Il y a presque dix jours, les autorités de transition maliennes avaient
annoncé avoir déjoué une tentative de coup soutenue par un « État occidental ».
Le gouvernement de Bamako s'était alors engagé à mettre les personnes arrêtées
à la disposition de la justice. Depuis, plus aucune communication officielle.
Le flou le plus total règne autour de cette tentative de putsch présumée et de
son traitement judiciaire.
Le 16 mai dernier, par
communiqué, les autorités maliennes expliquaient qu'un « groupuscule
d'officiers et de sous-officiers anti-progressistes maliens », « soutenus par
un État occidental », avait tenté de renverser le régime dans la nuit du 11 au
12 mai. Elles avaient annoncé des interpellations.
Le lieutenant-colonel Amadou
Keïta est le plus gradé des présumés putschistes arrêtés. C'est ce qu'ont
confirmé plusieurs sources judiciaires, ainsi que des responsables du Conseil
national de transition. En tant que membre lui-même du CNT, le
lieutenant-colonel Keïta bénéficie d'ailleurs de l'immunité parlementaire
habituellement dévolue aux députés.
Le règlement intérieur du CNT
prévoit que seule une commission ad hoc, « dont la taille et la composition
sont fixées par la plénière », peut lever cette immunité, après audition de
l'intéressé.

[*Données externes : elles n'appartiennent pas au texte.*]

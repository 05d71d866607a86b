using OpenCvSharp;
using Pairwright.Geometry;
using Pairwright.Imaging;
using Xunit;

namespace Pairwright.Tests.Imaging;

public class Levels_between_pixels
{
    private static readonly PictureSize Size = new(96, 80);

    // Keys (1981): the kernel with a = −1/2 reproduces polynomials of second degree. The levels are chosen whole at pixels and in between.
    [Fact]
    public void A_parabola_is_followed_exactly()
    {
        double Parabola(double u, double v) => 2000 + u * u - 25 * u + 2 * u * v + v * v - 10 * v;
        var levels = Sampled(Parabola);
        for (var v = 2.0; v < Size.Height - 3; v += 0.5)
        {
            for (var u = 2.0; u < Size.Width - 3; u += 0.25)
            {
                Assert.Equal(Parabola(u, v), CubicConvolution.Level(levels, Size, 1, 0, (float)u, (float)v), 0.02);
            }
        }
    }

    // Twelve bits and a period of 12 px: as fine a texture as a lens passes. OpenCV's remapping, the reference, rounds positions to 1/32 px.
    [Fact]
    public void A_smooth_picture_is_followed_within_a_third_of_a_grey_level_and_better_than_by_OpenCVs_remapping()
    {
        static double Wave(double u, double v) => 2048 + 900 * Math.Sin(u * Math.Tau / 12 + 0.3) * Math.Cos(v * Math.Tau / 14);
        var levels = Sampled(Wave);
        var random = new Random(11);
        var (columns, rows) = (new float[4000], new float[4000]);
        for (var i = 0; i < columns.Length; i++)
        {
            (columns[i], rows[i]) = ((float)(3 + random.NextDouble() * (Size.Width - 7)), (float)(3 + random.NextDouble() * (Size.Height - 7)));
        }

        var own = CubicConvolution.Resample(levels, Size, 1, 4095, columns, rows, 100);
        using var source = Mat.FromPixelData(Size.Height, Size.Width, MatType.CV_16UC1, levels);
        using var across = Mat.FromPixelData(40, 100, MatType.CV_32FC1, columns);
        using var down = Mat.FromPixelData(40, 100, MatType.CV_32FC1, rows);
        using var reference = new Mat();
        Cv2.Remap(source, reference, across, down, InterpolationFlags.Cubic, BorderTypes.Replicate);

        double Rms(ReadOnlySpan<ushort> sampled)
        {
            double squares = 0;
            for (var i = 0; i < sampled.Length; i++)
            {
                squares += Math.Pow(sampled[i] - Wave(columns[i], rows[i]), 2);
            }

            return Math.Sqrt(squares / sampled.Length);
        }

        const int perGreyLevelOfEightBits = 16;
        Assert.InRange(Rms(own) / perGreyLevelOfEightBits, 0, 0.33);
        Assert.True(Rms(own) < 0.5 * Rms(reference.AsSpan<ushort>()), $"own {Rms(own):0.00}, OpenCV {Rms(reference.AsSpan<ushort>()):0.00} of 4095");
    }

    // Source: OpenCV's cubic remapping with whole and half positions, which its 1/32 px grid holds; its kernel has a = −0.75, so that only
    // pixel centres are compared exactly.
    [Fact]
    public void At_pixel_centres_the_levels_are_those_of_the_source_and_of_OpenCV()
    {
        var levels = Patterns.Levels((int)Size.Area, 65536, seed: 2);
        var columns = new float[Size.Area];
        var rows = new float[Size.Area];
        for (var i = 0; i < columns.Length; i++)
        {
            (columns[i], rows[i]) = (Size.Width - 1 - i % Size.Width, Size.Height - 1 - i / Size.Width);
        }

        var own = CubicConvolution.Resample(levels, Size, 1, 65535, columns, rows, Size.Width);
        using var source = Mat.FromPixelData(Size.Height, Size.Width, MatType.CV_16UC1, levels);
        using var across = Mat.FromPixelData(Size.Height, Size.Width, MatType.CV_32FC1, columns);
        using var down = Mat.FromPixelData(Size.Height, Size.Width, MatType.CV_32FC1, rows);
        using var reference = new Mat();
        Cv2.Remap(source, reference, across, down, InterpolationFlags.Cubic, BorderTypes.Replicate);

        Assert.Equal(levels.Reverse().ToArray(), own);
        Assert.Equal(reference.AsSpan<ushort>().ToArray(), own);
    }

    [Theory]
    [InlineData(1)]
    [InlineData(3)]
    public void Four_taps_at_a_time_equal_one_at_a_time_to_the_bit(int channels)
    {
        var levels = Patterns.Levels((int)Size.Area * channels, 4096, seed: 3);
        var random = new Random(4);
        var columns = new float[5000];
        var rows = new float[5000];
        for (var i = 0; i < columns.Length; i++)
        {
            (columns[i], rows[i]) = ((float)(random.NextDouble() * 110 - 7), (float)(random.NextDouble() * 94 - 7));
        }

        columns[17] = float.NaN;
        Assert.Equal(
            CubicConvolution.Resample(levels, Size, channels, 4095, columns, rows, 50, vectors: false),
            CubicConvolution.Resample(levels, Size, channels, 4095, columns, rows, 50, vectors: true));
    }

    [Fact]
    public void Overshoot_beside_a_sharp_edge_stays_within_the_levels()
    {
        var levels = Sampled((u, _) => u < 40 ? 0 : 1023);
        var columns = Enumerable.Range(0, 80).Select(i => 38 + i * 0.05f).ToArray();
        var sampled = CubicConvolution.Resample(levels, Size, 1, 1023, columns, new float[80], 80);

        Assert.All(sampled, level => Assert.InRange(level, 0, 1023));
    }

    [Fact]
    public void A_pixel_is_seen_only_where_every_neighbour_that_counts_is_usable()
    {
        var mask = Mask.From(new(4, 4), (u, v) => (u, v) != (2, 1));
        float[] columns = [0, 2, 1.5f, 1, 2.5f, -0.4f, 3.4f, -0.6f, float.NaN, 2];
        float[] rows = [0, 1, 1, 1, 0.5f, 0, 3, 0, 0, 1.001f];

        Assert.Equal([true, false, false, true, false, true, true, false, false, false], CubicConvolution.Seen(new(4, 4), mask, columns, rows));
    }

    private static ushort[] Sampled(Func<double, double, double> level) =>
        [.. Enumerable.Range(0, (int)Size.Area).Select(i => checked((ushort)Math.Round(level(i % Size.Width, i / Size.Width))))];
}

Un élément que devra prendre en compte le juge d'instruction en
charge du dossier, s'il en a bien été saisi.
Communiqué publié le 16 mai par
les autorités de Bamako, dénonçant une tentative avortée de coup d'État qui
aurait été menée par un « groupuscule d’officiers et de sous-officiers
anti-progressistes maliens », « soutenus par un État occidental ».
Communiqué publié le 16 mai par
les autorités de Bamako, dénonçant une tentative avortée de coup d'État qui
aurait été menée par un « groupuscule d’officiers et de sous-officiers
anti-progressistes maliens », « soutenus par un État occidental». © Facebook /
Matdmali
Pôle
judiciaire antiterroriste
Selon plusieurs sources
judiciaires maliennes concordantes, sept officiers et sous-officiers auraient
été présentés le mardi 17 mai devant le tribunal de la Commune VI de Bamako,
avant d'être placés sous mandat de dépôt.
Le dossier aurait été confié à un
juge d'instruction du pôle judiciaire spécialisé antiterroriste, un point que
le procureur du tribunal de la Commune VI et le juge d'instruction concerné au
pôle antiterroriste démentent respectivement, sans autre forme de précision.
Sollicitées par RFI, les institutions judiciaires officielles, dont le
ministère de la Justice, n'ont pas donné suite.
À ce jour, depuis le communiqué
initial, l'unique précision apportée par les autorités de Bamako est un démenti
sur le fait que l'arrestation d'un combattant de la CMA – les ex-rebelles
signataires de l'accord de paix de 2015 – serait liée à la tentative de putsch.
En dehors de ce démenti, rien depuis l'annonce fracassante faite le lundi 16 au
soir sur les ondes de l'ORTM, la télévision d'État au Mali.
Combien, qui et où sont les présumés putschistes ?
Magistrats, politiques,
défenseurs des droits humains... Nombreux sont ceux qui questionnent ce silence
des autorités : une instruction judiciaire a-t-elle réellement été ouverte ? Si
oui, à qui est-elle confiée ?
Il y a dix jours, le communiqué
gouvernemental affirmait que la traque d'éventuels complices se poursuivait.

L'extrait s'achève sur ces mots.